Mike Mundt outlined the governance conditions tied to many approvals. Boards must review initial reports that quantify the expected benefits of adding ETF share classes. Managers must implement ongoing monitoring linked to numerical thresholds for cash flows, transaction costs and capital gains. Firms must complete annual certifications that the arrangement remains in the best interest of the fund and each share class.
Dimensional’s rollout illustrates the staged approach some firms are taking. Mary Phillips described a strategy of ‘‘walk before running’’: the firm launched standalone ETFs in 2020, converted seven mutual funds to ETFs and later added an ETF share class to its legacy US Micro Cap Portfolio. The Dimensional US Micro Cap ETF (DFMC) manages about $132 million and is attached to a mutual fund first launched in 1981. Phillips cited investor demand for different wrappers, trading efficiency and tax positioning as drivers for the conversion.
Jeff Sardinha provided an operational view. He characterized share classes as an alternative to full mutual fund-to-ETF conversions and recommended that managers evaluate each strategy against transparency, liquidity and shareholder mix.
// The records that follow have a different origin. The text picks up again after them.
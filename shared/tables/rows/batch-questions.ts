import { fold } from '../cells/fold'
import { ask } from '../columns/questions'
import type { FoundReading, Question, TableChoices } from '../types'

export interface KnownBatch { label: string, measuredOn: string | null }

const options = [{ value: 'join', label: 'the same batch: join it' }, { value: 'apart', label: 'another batch: keep it apart' }]

/** Asks about every batch of the table whose label the campaign already has; on the same day it is taken for the same. */
export function batchQuestions(readings: readonly FoundReading[], batches: readonly KnownBatch[], choices: TableChoices): Question[] {
  const days = new Map<string, Set<string | null>>()
  for (const { batch, date } of readings) {
    if (batch === null) continue
    const known = days.get(batch)
    if (known) known.add(date)
    else days.set(batch, new Set([date]))
  }
  return [...days].flatMap(([label, dates]) => {
    const existing = batches.find(batch => fold(batch.label) === fold(label))
    if (!existing) return []
    const isSameDay = existing.measuredOn !== null && dates.size === 1 && dates.has(existing.measuredOn)
    const when = existing.measuredOn === null ? '' : `, measured on ${existing.measuredOn}`
    return [ask({ code: 'batch-exists', subject: label, message: `The campaign already has a batch “${existing.label}”${when}. Is this the same one?`, options }, isSameDay ? 'join' : null, choices)]
  })
}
Funds with large defined-contribution or 401(k) holdings are often poor candidates for full conversion, making a share class a practical route to access brokerage channels. Sardinha said many managers are taking a wait-and-see stance to study creation/redemption mechanics and potential systemic risks before moving more assets.
Panelists identified concrete structural benefits for advisors and investors: the ability to choose between a mutual fund or ETF wrapper for identical strategies; ETF share classes keeping an existing fund’s performance record and scale; and the ability to use custom creation and redemption baskets to rebalance portfolios, which can reduce transaction costs and affect tax outcomes for shareholders.
Panelists noted that regulatory clearance has expanded rapidly, but converting approvals into full operational readiness has been slower. Operational work and board governance remain key constraints on broader adoption.